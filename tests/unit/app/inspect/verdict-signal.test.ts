// The verdict felt at the dock: each overall result has its own number of pulses, and its tones follow the same
// count. Telling haptic signals apart by their count of pulses rather than by their length or strength is common
// practice, no source. The Vibration API (W3C Vibration API, "vibrate() method") takes a pattern of alternating
// on and off durations in ms, on first; a pattern that ends on a pause has a useless last entry.
import { test } from 'node:test';
import assert from 'node:assert/strict';
import {
  pulseCount,
  signalFor,
  VERDICT_SIGNALS,
  type SignalledVerdict,
} from '../../../../app/(app)/inspect/[eventId]/verdict-signal';

const VERDICTS: SignalledVerdict[] = ['conforms', 'inconclusive', 'does_not_conform'];

test('one pulse conforms, two inconclusive, three does not conform; the tones keep the count', () => {
  const counts = VERDICTS.map((v) => pulseCount(VERDICT_SIGNALS[v].vibrateMs));
  assert.deepEqual(counts, [1, 2, 3]);
  for (const v of VERDICTS) assert.equal(VERDICT_SIGNALS[v].tones.length, pulseCount(VERDICT_SIGNALS[v].vibrateMs), v);
});

test('each pattern is on-off-...-on with positive durations, and short enough not to hold up the next boat', () => {
  for (const v of VERDICTS) {
    const p = VERDICT_SIGNALS[v].vibrateMs;
    assert.equal(p.length % 2, 1, `${v}: ends on a pulse`);
    assert.ok(
      p.every((ms) => Number.isInteger(ms) && ms > 0),
      v,
    );
    const totalMs = p.reduce((a, b) => a + b, 0);
    assert.ok(totalMs <= 2000, `${v}: ${totalMs} ms`);
    const toneMs = VERDICT_SIGNALS[v].tones.reduce((a, t) => a + t.ms + t.gapMs, 0);
    assert.ok(toneMs <= 2000, `${v}: tones ${toneMs} ms`);
  }
});

test('nothing for a record the server has not decided yet, or an unknown word', () => {
  assert.equal(signalFor('pending'), null);
  assert.equal(signalFor('toString'), null, 'not a property inherited from Object');
  assert.equal(signalFor('conforms'), VERDICT_SIGNALS.conforms);
});
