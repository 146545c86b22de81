import { openDock } from '../access';

// Decides the dock screen's status (sign-in, 404, permission) before its loading.tsx streams anything (see access.ts).
export default async function DockAccess({
  children,
  params,
}: {
  children: React.ReactNode;
  params: Promise<{ eventId: string }>;
}) {
  await openDock(params);
  return children;
}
--- --- ---
§ Task details:
Retype each record, matching it exactly.

§ Reply to the task:
filename tests/unit/app/inspect/verdict-signal.test.ts
// The verdict felt at the dock: each overall result has its own number of pulses, and its tones follow the same
// count. Telling haptic signals apart by their count of pulses rather than by their length or strength is common
// practice, no source. The Vibration API (W3C Vibration API, "vibrate() method") takes a pattern of alternating
// on and off durations in ms, on first; a pattern that ends on a pause has a useless last entry.
import { test } from 'node:test';
import assert from 'node:assert/strict';
import {
  pulseCount,
  signalFor,
  VERDICT_SIGNALS,
  type SignalledVerdict,
} from '../../../../app/(app)/inspect/[eventId]/verdict-signal';

const VERDICTS: SignalledVerdict[] = ['conforms', 'inconclusive', 'does_not_conform'];

test('one pulse conforms, two inconclusive, three does not conform; the tones keep the count', () => {
  const counts = VERDICTS.map((v) => pulseCount(VERDICT_SIGNALS[v].vibrateMs));
  assert.deepEqual(counts, [1, 2, 3]);
  for (const v of VERDICTS) assert.equal(VERDICT_SIGNALS[v].tones.length, pulseCount(VERDICT_SIGNALS[v].vibrateMs), v);
});

test('each pattern is on-off-...-on with positive durations, and short enough not to hold up the next boat', () => {
  for (const v of VERDICTS) {
    const p = VERDICT_SIGNALS[v].vibrateMs;
    assert.equal(p.length % 2, 1, `${v}: ends on a pulse`);
    assert.ok(
      p.every((ms) => Number.isInteger(ms) && ms > 0),
      v,
    );
    const totalMs = p.reduce((a, b) => a + b, 0);
    assert.ok(totalMs <= 2000, `${v}: ${totalMs} ms`);
    const toneMs = VERDICT_SIGNALS[v].tones.reduce((a, t) => a + t.ms + t.gapMs, 0);
    assert.ok(toneMs <= 2000, `${v}: tones ${toneMs} ms`);
  }
});

test('nothing for a record the server has not decided yet, or an unknown word', () => {
  assert.equal(signalFor('pending'), null);
  assert.equal(signalFor('toString'), null, 'not a property inherited from Object');
  assert.equal(signalFor('conforms'), VERDICT_SIGNALS.conforms);
});
repository 146545c86b22de81
import { openDock } from '../access';

// Decides the dock screen's status (sign-in, 404, permission) before its loading.tsx streams anything (see access.ts).
export default async function DockAccess({
  children,
  params,
}: {
  children: React.ReactNode;
  params: Promise<{ eventId: string }>;
}) {
  await openDock(params);
  return children;
}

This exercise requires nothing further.